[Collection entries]
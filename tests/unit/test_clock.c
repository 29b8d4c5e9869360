/* Clocks and how a time is written. */
#include "util/clock.h"

#include <setjmp.h>
#include <stdarg.h>
#include <stddef.h>
#include <stdint.h>
#include <string.h>
#include <time.h>

#include <cmocka.h>

static int64_t us(clockid_t id) {
    struct timespec ts;

    assert_int_equal(clock_gettime(id, &ts), 0);
    return (int64_t)ts.tv_sec * 1000000 + ts.tv_nsec / 1000;
}

static void test_each_is_its_own_clock(void **state) {
    int64_t before = us(CLOCK_BOOTTIME), boot = clock_boot_us(), after = us(CLOCK_BOOTTIME);

    (void)state;
    assert_true(before <= boot && boot <= after);
    before = us(CLOCK_REALTIME);
    int64_t real = clock_real_us();
    assert_true(before <= real && real <= us(CLOCK_REALTIME));
}

static void test_boot_id(void **state) {
    char a[37], b[37];

    (void)state;
    if (clock_boot_id(a) < 0) {
        print_message("skip: no /proc/sys/kernel/random/boot_id here\n");
        skip();
    }
    assert_int_equal(clock_boot_id(b), 0);
    assert_string_equal(a, b);
    assert_int_equal(strlen(a), 36);
    assert_int_equal(strspn(a, "0123456789abcdef-"), 36);
}

static void assert_written(int64_t t_real_us, const char *expected) {
    char text[21];

    clock_rfc3339(t_real_us, text);
    assert_string_equal(text, expected);
}

static void test_rfc3339(void **state) {
    (void)state;
    assert_written(0, "1970-01-01T00:00:00Z");
    assert_written(999999, "1970-01-01T00:00:00Z");
    assert_written(-1, "1969-12-31T23:59:59Z"); /* down, not to zero */
    assert_written(-1000000, "1969-12-31T23:59:59Z");
    assert_written(1000000000000000, "2001-09-09T01:46:40Z"); /* 10^9 s, well known */
    /* RFC 3339 (2002) section 5.8: 1985-04-12T23:20:50.52Z and 1937-01-01T12:00:27.87+00:20 */
    assert_written(482196050520000, "1985-04-12T23:20:50Z");
    assert_written(-1041337172130000, "1937-01-01T11:40:27Z");
    assert_written(951782400000000, "2000-02-29T00:00:00Z");
    assert_written(253402300799999999, "9999-12-31T23:59:59Z");
}

static void test_years_are_held_to_four_digits(void **state) {
    (void)state;
    assert_written(-62135596800000000, "0001-01-01T00:00:00Z");
    assert_written(-30610224000000000, "1000-01-01T00:00:00Z");
    assert_written(-30610224000000001, "0999-12-31T23:59:59Z");
    assert_written(INT64_MAX, "9999-12-31T23:59:59Z");
    assert_written(INT64_MIN, "0000-01-01T00:00:00Z");
}

int main(void) {
    const struct CMUnitTest tests[] = {
        cmocka_unit_test(test_each_is_its_own_clock),
        cmocka_unit_test(test_boot_id),
        cmocka_unit_test(test_rfc3339),
        cmocka_unit_test(test_years_are_held_to_four_digits),
    };

    return cmocka_run_group_tests(tests, NULL, NULL);
}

**WHAT IS REQUIRED**: Find the word "void" in the records and pull out each line that has it.

**WRITTEN SOLUTION**:
static void test_each_is_its_own_clock(void **state) {
    (void)state;
static void test_boot_id(void **state) {
    (void)state;
static void assert_written(int64_t t_real_us, const char *expected) {
static void test_rfc3339(void **state) {
    (void)state;
static void test_years_are_held_to_four_digits(void **state) {
    (void)state;
int main(void) {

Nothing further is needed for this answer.